//! The scale bar of the screen: a round length (1, 2 or 5 times a power of ten, the rule of
//! the SVG's bar too) about a given number of pixels long, with its label.

use serde::Serialize;

use crate::format::{four_digits, round_length};

/// A scale bar ready to draw.
#[derive(Clone, Debug, PartialEq, Serialize)]
pub struct ScaleBar {
    /// Length in the network's units.
    pub length: f64,
    /// Length in pixels.
    pub pixels: f64,
    /// Label, for example `5 mm`.
    pub label: String,
}

/// The bar nearest (on a log scale) to `target_pixels` long at `pixels_per_unit`.
pub fn scale_bar(pixels_per_unit: f64, target_pixels: f64, units: &str) -> ScaleBar {
    let length = if pixels_per_unit > 0.0 && pixels_per_unit.is_finite() {
        round_length(target_pixels / pixels_per_unit)
    } else {
        1.0
    };
    ScaleBar {
        length,
        pixels: length * pixels_per_unit,
        label: format!("{} {units}", four_digits(length)),
    }
}

#[cfg(test)]
mod tests {
    use super::*;

    #[test]
    fn bars_are_round_and_near_the_target() {
        // 120 px at 30 px/mm is 4 mm; 5 mm is nearer than 2 mm on a log scale.
        let bar = scale_bar(30.0, 120.0, "mm");
        assert_eq!(bar.length, 5.0);
        assert_eq!(bar.pixels, 150.0);
        assert_eq!(bar.label, "5 mm");
        // 120 px at 0.5 px/m is 240 m: 200 m.
        assert_eq!(scale_bar(0.5, 120.0, "m").label, "200 m");
    }
}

■ REQUIRED WORK
From the listing above, copy out each line where the word "format" appears.

■ SOLUTION FOR THIS TASK
use crate::format::{four_digits, round_length};
        label: format!("{} {units}", four_digits(length)),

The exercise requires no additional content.